### What you need to do
The answer is to be an exact copy of the lines below running from the line with "const out = await" down to the line with "file system). */", both ends included, and nothing more.

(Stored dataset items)
▼

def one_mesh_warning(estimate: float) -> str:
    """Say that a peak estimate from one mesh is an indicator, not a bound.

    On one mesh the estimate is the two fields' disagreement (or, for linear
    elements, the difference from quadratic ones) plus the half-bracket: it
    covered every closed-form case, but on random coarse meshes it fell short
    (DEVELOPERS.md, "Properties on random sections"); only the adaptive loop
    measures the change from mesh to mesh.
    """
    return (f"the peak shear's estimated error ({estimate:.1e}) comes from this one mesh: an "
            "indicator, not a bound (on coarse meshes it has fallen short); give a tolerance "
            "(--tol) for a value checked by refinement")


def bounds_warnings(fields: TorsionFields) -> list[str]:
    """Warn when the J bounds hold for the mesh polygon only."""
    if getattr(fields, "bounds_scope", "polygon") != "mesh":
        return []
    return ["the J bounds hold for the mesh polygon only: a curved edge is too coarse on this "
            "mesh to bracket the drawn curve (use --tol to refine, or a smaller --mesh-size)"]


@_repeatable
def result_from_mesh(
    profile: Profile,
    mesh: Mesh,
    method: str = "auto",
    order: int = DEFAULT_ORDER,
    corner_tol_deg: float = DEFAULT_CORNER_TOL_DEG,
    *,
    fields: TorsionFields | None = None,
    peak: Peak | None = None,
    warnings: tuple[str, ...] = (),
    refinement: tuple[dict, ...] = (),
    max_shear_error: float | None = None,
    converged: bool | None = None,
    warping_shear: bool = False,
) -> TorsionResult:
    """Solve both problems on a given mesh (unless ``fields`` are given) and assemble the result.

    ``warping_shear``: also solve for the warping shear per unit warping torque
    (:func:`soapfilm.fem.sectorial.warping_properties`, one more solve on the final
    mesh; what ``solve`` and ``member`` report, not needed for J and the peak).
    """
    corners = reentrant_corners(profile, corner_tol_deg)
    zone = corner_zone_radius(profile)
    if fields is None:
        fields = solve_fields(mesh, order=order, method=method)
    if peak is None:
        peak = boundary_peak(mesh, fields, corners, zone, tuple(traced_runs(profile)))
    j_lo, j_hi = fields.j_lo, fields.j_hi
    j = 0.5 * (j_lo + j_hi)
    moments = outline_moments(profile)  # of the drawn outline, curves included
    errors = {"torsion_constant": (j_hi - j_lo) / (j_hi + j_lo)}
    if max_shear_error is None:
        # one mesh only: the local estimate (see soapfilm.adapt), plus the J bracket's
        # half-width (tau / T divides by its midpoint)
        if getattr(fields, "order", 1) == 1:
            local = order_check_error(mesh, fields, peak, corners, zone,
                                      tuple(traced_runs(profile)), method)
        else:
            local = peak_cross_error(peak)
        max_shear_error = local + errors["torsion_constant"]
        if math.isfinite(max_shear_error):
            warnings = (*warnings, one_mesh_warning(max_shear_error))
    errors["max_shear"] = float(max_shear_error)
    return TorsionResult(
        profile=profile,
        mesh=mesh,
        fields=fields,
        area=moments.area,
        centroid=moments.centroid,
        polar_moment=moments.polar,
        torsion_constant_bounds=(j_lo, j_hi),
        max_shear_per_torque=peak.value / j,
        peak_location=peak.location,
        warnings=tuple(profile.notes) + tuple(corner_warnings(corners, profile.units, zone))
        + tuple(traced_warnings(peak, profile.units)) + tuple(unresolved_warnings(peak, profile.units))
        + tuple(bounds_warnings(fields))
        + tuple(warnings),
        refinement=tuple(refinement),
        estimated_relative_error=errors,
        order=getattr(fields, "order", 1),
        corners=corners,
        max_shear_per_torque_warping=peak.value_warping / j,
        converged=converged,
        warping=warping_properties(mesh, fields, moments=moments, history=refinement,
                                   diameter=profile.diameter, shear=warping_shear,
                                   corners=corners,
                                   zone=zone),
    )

▲
▼

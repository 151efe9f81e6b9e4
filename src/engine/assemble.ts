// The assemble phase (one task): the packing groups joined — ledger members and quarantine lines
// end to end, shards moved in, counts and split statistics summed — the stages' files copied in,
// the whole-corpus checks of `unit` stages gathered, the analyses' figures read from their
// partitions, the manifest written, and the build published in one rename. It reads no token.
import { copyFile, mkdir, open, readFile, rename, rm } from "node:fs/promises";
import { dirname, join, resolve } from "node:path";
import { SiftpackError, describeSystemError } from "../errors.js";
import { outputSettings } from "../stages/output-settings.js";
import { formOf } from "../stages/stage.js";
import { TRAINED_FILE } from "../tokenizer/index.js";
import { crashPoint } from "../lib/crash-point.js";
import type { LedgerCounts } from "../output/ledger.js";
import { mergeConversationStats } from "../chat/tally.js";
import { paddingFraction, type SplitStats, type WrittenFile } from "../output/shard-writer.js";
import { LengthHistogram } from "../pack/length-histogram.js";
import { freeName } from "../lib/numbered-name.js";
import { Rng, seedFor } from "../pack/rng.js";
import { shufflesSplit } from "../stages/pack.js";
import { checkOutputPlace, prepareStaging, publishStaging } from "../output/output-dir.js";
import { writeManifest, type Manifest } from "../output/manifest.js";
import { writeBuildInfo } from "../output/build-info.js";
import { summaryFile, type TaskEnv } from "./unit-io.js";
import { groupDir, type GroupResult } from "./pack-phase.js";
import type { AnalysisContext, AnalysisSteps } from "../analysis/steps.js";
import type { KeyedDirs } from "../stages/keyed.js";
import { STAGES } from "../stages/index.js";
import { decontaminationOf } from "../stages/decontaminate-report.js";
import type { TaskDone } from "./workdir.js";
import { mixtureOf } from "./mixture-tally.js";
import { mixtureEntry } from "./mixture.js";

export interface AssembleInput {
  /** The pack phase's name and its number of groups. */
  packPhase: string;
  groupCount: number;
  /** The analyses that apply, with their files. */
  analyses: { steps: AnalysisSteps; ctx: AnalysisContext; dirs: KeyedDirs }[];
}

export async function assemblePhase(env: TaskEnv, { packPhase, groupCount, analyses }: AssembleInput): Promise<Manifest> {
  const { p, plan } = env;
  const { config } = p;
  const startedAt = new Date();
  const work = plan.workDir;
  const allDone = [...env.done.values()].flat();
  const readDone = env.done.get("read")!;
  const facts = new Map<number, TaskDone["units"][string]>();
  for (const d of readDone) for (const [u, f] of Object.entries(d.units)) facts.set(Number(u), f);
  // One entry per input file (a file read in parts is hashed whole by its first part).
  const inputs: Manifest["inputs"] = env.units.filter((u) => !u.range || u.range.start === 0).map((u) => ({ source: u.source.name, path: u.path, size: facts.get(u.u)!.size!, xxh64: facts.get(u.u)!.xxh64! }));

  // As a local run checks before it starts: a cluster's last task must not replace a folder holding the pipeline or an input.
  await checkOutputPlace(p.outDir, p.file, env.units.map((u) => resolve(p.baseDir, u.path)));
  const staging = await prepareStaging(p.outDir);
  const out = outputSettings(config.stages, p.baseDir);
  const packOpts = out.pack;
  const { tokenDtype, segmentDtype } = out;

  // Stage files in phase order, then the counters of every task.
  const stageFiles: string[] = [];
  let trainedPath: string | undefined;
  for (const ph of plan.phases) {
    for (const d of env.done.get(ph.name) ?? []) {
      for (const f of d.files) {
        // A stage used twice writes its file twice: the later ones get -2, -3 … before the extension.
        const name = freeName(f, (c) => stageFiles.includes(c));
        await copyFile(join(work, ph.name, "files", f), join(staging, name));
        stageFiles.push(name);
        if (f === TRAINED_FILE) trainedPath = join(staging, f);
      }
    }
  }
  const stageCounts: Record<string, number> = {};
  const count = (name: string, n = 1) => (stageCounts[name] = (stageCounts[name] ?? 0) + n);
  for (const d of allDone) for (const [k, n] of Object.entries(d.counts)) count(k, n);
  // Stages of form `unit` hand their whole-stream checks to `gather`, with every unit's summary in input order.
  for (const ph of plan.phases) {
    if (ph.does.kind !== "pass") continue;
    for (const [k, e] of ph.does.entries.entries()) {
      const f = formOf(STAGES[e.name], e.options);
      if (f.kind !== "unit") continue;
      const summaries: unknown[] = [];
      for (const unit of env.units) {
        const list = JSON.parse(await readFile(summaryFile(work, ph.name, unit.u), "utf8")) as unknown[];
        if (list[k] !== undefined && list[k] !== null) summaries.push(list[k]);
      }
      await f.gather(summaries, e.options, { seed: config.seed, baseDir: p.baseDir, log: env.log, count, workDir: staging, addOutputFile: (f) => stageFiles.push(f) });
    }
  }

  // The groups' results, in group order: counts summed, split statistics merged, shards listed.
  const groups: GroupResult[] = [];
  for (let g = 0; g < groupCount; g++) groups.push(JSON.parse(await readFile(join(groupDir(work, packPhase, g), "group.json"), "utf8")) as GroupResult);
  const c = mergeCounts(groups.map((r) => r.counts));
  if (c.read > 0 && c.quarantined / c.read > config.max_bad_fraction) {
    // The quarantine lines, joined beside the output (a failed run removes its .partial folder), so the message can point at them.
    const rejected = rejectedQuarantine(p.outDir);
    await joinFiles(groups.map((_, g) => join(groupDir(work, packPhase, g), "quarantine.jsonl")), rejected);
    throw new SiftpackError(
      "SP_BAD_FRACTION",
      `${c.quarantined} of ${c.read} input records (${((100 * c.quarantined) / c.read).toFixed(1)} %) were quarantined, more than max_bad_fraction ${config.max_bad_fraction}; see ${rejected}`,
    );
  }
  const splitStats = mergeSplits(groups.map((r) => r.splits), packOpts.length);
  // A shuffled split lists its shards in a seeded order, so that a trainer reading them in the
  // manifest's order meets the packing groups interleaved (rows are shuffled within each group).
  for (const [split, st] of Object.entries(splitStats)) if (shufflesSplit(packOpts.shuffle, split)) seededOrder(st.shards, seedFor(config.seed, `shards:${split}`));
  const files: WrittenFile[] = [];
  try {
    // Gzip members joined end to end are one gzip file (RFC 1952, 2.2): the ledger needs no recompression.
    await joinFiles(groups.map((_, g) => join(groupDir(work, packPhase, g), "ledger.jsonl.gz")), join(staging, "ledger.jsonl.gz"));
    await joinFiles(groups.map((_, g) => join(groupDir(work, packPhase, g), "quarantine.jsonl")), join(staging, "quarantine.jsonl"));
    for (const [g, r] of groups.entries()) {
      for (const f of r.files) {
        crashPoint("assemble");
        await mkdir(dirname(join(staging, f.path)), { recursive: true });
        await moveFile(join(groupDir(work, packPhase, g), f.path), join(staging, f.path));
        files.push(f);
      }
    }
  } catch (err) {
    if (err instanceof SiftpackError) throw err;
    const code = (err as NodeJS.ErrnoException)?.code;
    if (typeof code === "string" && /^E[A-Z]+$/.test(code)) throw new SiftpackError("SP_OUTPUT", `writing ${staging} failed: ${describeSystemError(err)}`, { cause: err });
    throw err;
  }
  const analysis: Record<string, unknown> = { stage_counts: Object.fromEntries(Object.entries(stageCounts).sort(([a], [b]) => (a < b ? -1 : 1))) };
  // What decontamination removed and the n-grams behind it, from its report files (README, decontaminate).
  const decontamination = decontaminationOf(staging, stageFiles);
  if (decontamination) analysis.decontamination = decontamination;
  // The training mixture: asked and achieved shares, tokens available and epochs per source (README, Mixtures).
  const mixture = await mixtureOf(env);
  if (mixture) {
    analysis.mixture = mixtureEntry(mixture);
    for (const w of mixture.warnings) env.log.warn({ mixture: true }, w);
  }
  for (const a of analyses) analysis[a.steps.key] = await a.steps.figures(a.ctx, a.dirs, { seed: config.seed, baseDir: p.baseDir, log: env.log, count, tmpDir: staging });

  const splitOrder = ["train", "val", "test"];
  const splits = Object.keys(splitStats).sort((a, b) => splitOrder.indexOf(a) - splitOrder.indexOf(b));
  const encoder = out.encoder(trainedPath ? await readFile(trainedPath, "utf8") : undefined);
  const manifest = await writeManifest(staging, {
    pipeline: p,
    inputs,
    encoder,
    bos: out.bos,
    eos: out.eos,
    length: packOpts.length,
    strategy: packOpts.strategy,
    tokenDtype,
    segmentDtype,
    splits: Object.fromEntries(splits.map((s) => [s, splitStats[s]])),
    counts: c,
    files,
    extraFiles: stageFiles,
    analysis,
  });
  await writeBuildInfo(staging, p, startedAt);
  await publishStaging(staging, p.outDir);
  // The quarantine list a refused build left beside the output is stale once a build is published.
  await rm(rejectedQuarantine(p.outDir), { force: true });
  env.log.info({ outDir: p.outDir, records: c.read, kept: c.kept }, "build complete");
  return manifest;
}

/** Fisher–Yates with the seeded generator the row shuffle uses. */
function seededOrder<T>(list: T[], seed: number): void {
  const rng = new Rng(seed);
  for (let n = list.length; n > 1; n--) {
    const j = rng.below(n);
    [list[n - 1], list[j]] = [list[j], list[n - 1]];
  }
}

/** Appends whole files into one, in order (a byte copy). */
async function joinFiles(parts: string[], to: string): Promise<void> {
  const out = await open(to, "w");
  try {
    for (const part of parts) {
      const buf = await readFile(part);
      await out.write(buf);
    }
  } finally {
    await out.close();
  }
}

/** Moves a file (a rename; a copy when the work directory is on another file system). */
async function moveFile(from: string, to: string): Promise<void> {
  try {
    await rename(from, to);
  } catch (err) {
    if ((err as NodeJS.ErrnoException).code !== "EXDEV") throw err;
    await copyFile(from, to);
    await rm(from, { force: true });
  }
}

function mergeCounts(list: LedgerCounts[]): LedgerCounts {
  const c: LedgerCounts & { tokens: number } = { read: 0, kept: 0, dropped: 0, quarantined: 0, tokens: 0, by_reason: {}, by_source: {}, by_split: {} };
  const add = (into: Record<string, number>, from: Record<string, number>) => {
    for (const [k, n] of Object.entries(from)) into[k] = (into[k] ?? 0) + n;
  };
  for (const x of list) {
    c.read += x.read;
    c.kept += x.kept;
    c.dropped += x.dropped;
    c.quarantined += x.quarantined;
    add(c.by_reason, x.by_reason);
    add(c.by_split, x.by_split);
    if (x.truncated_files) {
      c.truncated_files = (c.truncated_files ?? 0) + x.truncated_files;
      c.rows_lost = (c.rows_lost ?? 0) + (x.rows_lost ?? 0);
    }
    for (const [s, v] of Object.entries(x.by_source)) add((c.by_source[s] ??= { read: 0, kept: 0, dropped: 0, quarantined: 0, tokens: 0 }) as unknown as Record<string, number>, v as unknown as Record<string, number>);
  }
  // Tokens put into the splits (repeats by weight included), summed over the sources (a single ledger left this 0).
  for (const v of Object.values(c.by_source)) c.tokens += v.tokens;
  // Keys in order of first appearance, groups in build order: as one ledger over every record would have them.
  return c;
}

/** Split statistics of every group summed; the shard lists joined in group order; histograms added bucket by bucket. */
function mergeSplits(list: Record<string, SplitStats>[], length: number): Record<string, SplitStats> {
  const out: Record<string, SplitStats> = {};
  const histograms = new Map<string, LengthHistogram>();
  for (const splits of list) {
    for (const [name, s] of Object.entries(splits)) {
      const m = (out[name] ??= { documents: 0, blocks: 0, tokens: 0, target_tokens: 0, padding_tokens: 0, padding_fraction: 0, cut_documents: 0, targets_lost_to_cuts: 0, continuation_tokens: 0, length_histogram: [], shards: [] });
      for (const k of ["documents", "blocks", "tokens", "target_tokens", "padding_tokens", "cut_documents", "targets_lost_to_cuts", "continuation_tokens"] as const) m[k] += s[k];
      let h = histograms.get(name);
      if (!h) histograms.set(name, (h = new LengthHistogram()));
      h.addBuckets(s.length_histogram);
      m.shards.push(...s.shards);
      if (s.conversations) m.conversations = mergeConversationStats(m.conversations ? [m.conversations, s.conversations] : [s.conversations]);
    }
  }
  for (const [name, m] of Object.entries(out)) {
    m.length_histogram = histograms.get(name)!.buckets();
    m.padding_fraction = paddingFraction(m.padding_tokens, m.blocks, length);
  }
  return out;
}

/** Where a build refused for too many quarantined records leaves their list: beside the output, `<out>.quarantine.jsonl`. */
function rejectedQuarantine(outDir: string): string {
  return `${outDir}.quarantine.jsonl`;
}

▲

### Solution
  const out = await open(to, "w");
  try {
    for (const part of parts) {
      const buf = await readFile(part);
      await out.write(buf);
    }
  } finally {
    await out.close();
  }
}

/** Moves a file (a rename; a copy when the work directory is on another file system). */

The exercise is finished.